The strongest compute evidence is the throughput/utilization accounting. PaLM 540B reaches 238.3K tokens/sec at batch size 2048, or about 4M tokens. The paper reports 46.2% MFU and 57.8% hardware FLOPs utilization, comparing favorably with the listed prior large models: GPT-3 at 21.3% MFU, Gopher at 32.5%, and Megatron-Turing NLG 530B at about 30%. With two pods, throughput is about 1.95x single-pod throughput, which the authors describe as 97% of perfect weak scaling because the batch size doubles.

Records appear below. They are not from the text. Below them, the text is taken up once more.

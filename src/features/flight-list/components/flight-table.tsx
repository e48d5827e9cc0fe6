import {
  createColumnHelper,
  flexRender,
  getCoreRowModel,
  useReactTable,
} from '@tanstack/react-table';
import { Link } from 'react-router-dom';
import type { FlightSummary, ReviewState } from '../../../../shared/schemas/flights';
import { SEVERITIES_MOST_FIRST } from '../../../../shared/schemas/report';
import { SeverityBadge } from '../../../components/ui/severity-badge';
import { formatDuration, formatWhen } from './format';

const reviewLabels: Record<ReviewState, string> = {
  none: '–',
  requested: 'review asked',
  reviewed: 'reviewed',
  'changes-requested': 'changes asked',
};

const column = createColumnHelper<FlightSummary>();

const columns = [
  column.accessor('recordedAt', {
    header: 'Flown',
    cell: (c) => (
      <Link
        to={`/flights/${c.row.original.id}`}
        className="num text-slate-brand underline-offset-2 hover:underline"
      >
        {formatWhen(c.getValue())}
      </Link>
    ),
  }),
  column.accessor('aircraftName', { header: 'Aircraft' }),
  column.accessor((f) => f.pilot.name, { id: 'pilot', header: 'Pilot' }),
  column.accessor('durationS', {
    header: 'Length',
    cell: (c) => <span className="num">{formatDuration(c.getValue())}</span>,
    meta: { numeric: true },
  }),
  column.accessor('worstSeverity', {
    header: 'Verdict',
    cell: (c) => {
      const counts = c.row.original.findingCounts;
      return (
        <span className="flex items-center gap-2">
          <SeverityBadge severity={c.getValue()} />
          <span className="num text-xs text-ink-faint">
            {SEVERITIES_MOST_FIRST.filter((s) => counts[s] > 0)
              .map((s) => `${counts[s]} ${s}`)
              .join(' · ')}
          </span>
        </span>
      );
    },
  }),
  column.accessor('openComments', {
    header: 'Open threads',
    cell: (c) => (
      <span className={'num ' + (c.getValue() > 0 ? 'text-accent' : 'text-ink-faint')}>
        {c.getValue()}
      </span>
    ),
    meta: { numeric: true },
  }),
  column.accessor('reviewState', { header: 'Review', cell: (c) => reviewLabels[c.getValue()] }),
  column.accessor('fileName', {
    header: 'Log',
    cell: (c) => (
      <span
        className="block max-w-48 truncate font-mono text-xs text-ink-soft"
        title={c.getValue()}
      >
        {c.getValue()}
      </span>
    ),
  }),
];

/** The team's flights, newest first, one row each; the date opens the review. */
export function FlightTable({ flights }: { flights: FlightSummary[] }) {
  const table = useReactTable({
    data: flights,
    columns,
    getCoreRowModel: getCoreRowModel(),
    getRowId: (f) => f.id,
  });
  return (
    <div className="overflow-x-auto">
      <table className="w-full text-sm" aria-label="Flights">
        <thead>
          {table.getHeaderGroups().map((group) => (
            <tr key={group.id} className="border-b border-line text-left text-xs text-ink-soft">
              {group.headers.map((header) => (
                <th
                  key={header.id}
                  className={
                    'px-2 py-1.5 font-medium ' +
                    ((header.column.columnDef.meta as { numeric?: boolean } | undefined)?.numeric
                      ? 'text-right'
                      : '')
                  }
                >
                  {flexRender(header.column.columnDef.header, header.getContext())}
                </th>
              ))}
            </tr>
          ))}
        </thead>
        <tbody>
          {table.getRowModel().rows.map((row) => (
            <tr key={row.id} className="border-b border-line/60 hover:bg-paper-sunk/60">
              {row.getVisibleCells().map((cell) => (
                <td
                  key={cell.id}
                  className={
                    'px-2 py-1.5 ' +
                    ((cell.column.columnDef.meta as { numeric?: boolean } | undefined)?.numeric
                      ? 'text-right'
                      : '')
                  }
                >
                  {flexRender(cell.column.columnDef.cell, cell.getContext())}
                </td>
              ))}
            </tr>
          ))}
        </tbody>
      </table>
    </div>
  );
}
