import { transfer, wrap, type Remote } from 'comlink';
import type { LogDelivery } from '../../workers/protocol';
import { postDelivery, receiveDelivery } from '../../workers/protocol';

/**
 * A worker module's API over a real MessageChannel, as comlink carries it from the page. The
 * module's `expose()` listens on the global scope, so the global scope is pointed at one end of
 * the channel before the module loads; one worker per test file.
 */
export async function loadWorker<T>(
  load: () => Promise<unknown>,
): Promise<{ api: Remote<T>; close: () => void }> {
  const { port1, port2 } = new MessageChannel();
  const scope = globalThis as unknown as Record<string, unknown>;
  scope.addEventListener = port1.addEventListener.bind(port1);
  scope.postMessage = port1.postMessage.bind(port1);
  port1.start();
  await load();
  return {
    api: wrap<T>(port2 as unknown as Parameters<typeof wrap>[0]),
    close: () => {
      port1.close();
      port2.close();
    },
  };
}

/**
 * A hand-off port pair: `port` goes to the worker under test (transferred), `delivered` is the
 * one message the worker posts on it, and `send` posts a delivery to it, playing the reader.
 */
export function handoffPorts() {
  const { port1, port2 } = new MessageChannel();
  return {
    port: transfer(port1, [port1]),
    delivered: (): Promise<LogDelivery> => receiveDelivery(port2),
    send: (delivery: LogDelivery) => postDelivery(port2, delivery),
  };
}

The model-quality evidence shows that this hardware scale was not merely a utilization exercise. The 540B model is evaluated at the 780B-token checkpoint across language, reasoning, multilingual, and code tasks. The paper also includes an internal counterfactual discussion: a 62B model trained for many more tokens could improve on some aggregate curves for lower total FLOPs, but training that smaller model on the same number of chips would require very large batches, and PaLM 540B was already at a 4M-token batch. This connects the benchmark frontier directly to accelerator utilization and sample-efficiency constraints.

Historical Effect

PaLM demonstrates dense LLM training at TPU v4 pod scale without pipeline parallelism. Historically, it sits between single-pod dense scaling and later training systems that normalize huge accelerator pools. Its contribution is partly the model, but just as much the compute structure: model parallelism and fully sharded data parallelism within a pod, weak-scaling data parallelism across pods, and explicit accounting for rematerialization, batch size, and network bursts.

It also helped establish MFU as a practical systems metric for large language models. By separating required model FLOPs from extra recomputation FLOPs, PaLM made it easier to compare different model and compiler strategies. The result is a compute card that says not just "6144 chips," but how those chips were fed, synchronized, and measured.

Limits

The major compute limit is token allocation. Chinchilla-style analysis suggests PaLM is likely undertrained relative to its parameter count: 540B parameters saw 780B tokens, while later compute-optimal practice would spend more of the same budget on data. PaLM itself notes that some subcorpora begin repeating around the 780B-token scale, which constrains simply extending training under the same data mixture.

The batch and hardware arguments also have limits. Training a smaller model for more tokens with the same total FLOPs might require fewer chips, increasing wall-clock time, or the same chips with even larger batches. The paper states that the 540B batch was already 4M tokens and that it was unclear whether larger batches would maintain sample efficiency. Finally, hardware and efficiency are reported in depth, but deployment impact, fairness, and toxicity analysis remain limited relative to the scale of the model.